Train before you hire - thesethings
http://blog.codelesson.com/train-before-you-hire/

======
sayemm
Regarding training/interviewing, I just think about this awesome Steve Yegge
post: [http://sites.google.com/site/steveyegge2/practicing-
programm...](http://sites.google.com/site/steveyegge2/practicing-programming)

"It's a bit easier to tell if someone's in great shape physically than if
they're in great shape mentally. You can't just stare at their brain and hope
to find a six-pack in all those folds. It's easy to tell how physically fit
someone is. You can make people run laps, lift things, take their physical
measurements, etc.

But for determining someone's mental fitness, you pretty much have to
interview them. It it's hard to do a good job of it, since it's like running
backwards in front of the person, egging them to go faster. You have to be in
pretty good shape yourself to be a good interviewer."

------
listrophy
Standard practice at my company: interviewees pair with a developer for a week
before being offered a job.
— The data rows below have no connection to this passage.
import { Link } from 'react-router-dom';
import type { SiteDto } from '../../../../shared/schemas/site';
import { DataTable, type Column } from '../../../components/data-table';
import { paths } from '../../../lib/paths';

interface SitesTableProps {
  sites: SiteDto[];
  neighbourhoodNames: Map<number, string>;
  sort?: string;
  onSort?: (sort: string) => void;
}

export const SITE_SORT_FIELDS = [
  { key: 'name', label: 'Name' },
  { key: 'antennaHeightM', label: 'Antenna height' },
];

export function SitesTable({ sites, neighbourhoodNames, sort, onSort }: SitesTableProps) {
  const columns: Column<SiteDto>[] = [
    {
      key: 'name',
      header: 'Name',
      sortKey: 'name',
      render: (site) => (
        <Link to={paths.siteDetail.to(site.id)} className="font-medium text-accent hover:underline">
          {site.name}
        </Link>
      ),
    },
    { key: 'neighbourhood', header: 'Neighbourhood', render: (site) => neighbourhoodNames.get(site.neighbourhoodId) ?? `#${site.neighbourhoodId}` },
    {
      key: 'position',
      header: 'Position',
      render: (site) => (
        <span className="tabular-nums">
          {site.latitude.toFixed(5)}, {site.longitude.toFixed(5)}
        </span>
      ),
    },
    { key: 'antennaHeightM', header: 'Antenna height', sortKey: 'antennaHeightM', align: 'right', render: (site) => `${site.antennaHeightM} m` },
    { key: 'host', header: 'Host', render: (site) => site.host?.name ?? (site.hostUserId ? 'Hosted' : '—') },
  ];
  return <DataTable testId="sites-table" caption="Sites" rows={sites} columns={columns} rowKey={(site) => site.id} sort={sort} onSort={onSort} />;
}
Preferably, over the week, you'd switch pairs at
least once or twice.

If we don't hire you, we pay you as a contractor for your time. If we do hire
you, we pay you either as an employee or contractor for your time (depending
on what our accountant says).

We'll bend the rules depending on circumstances, but basically you're not
getting in unless you spend 30 hours pairing with our devs. Anything else, I
propose, can be hazardous to the culture and effectiveness of your company.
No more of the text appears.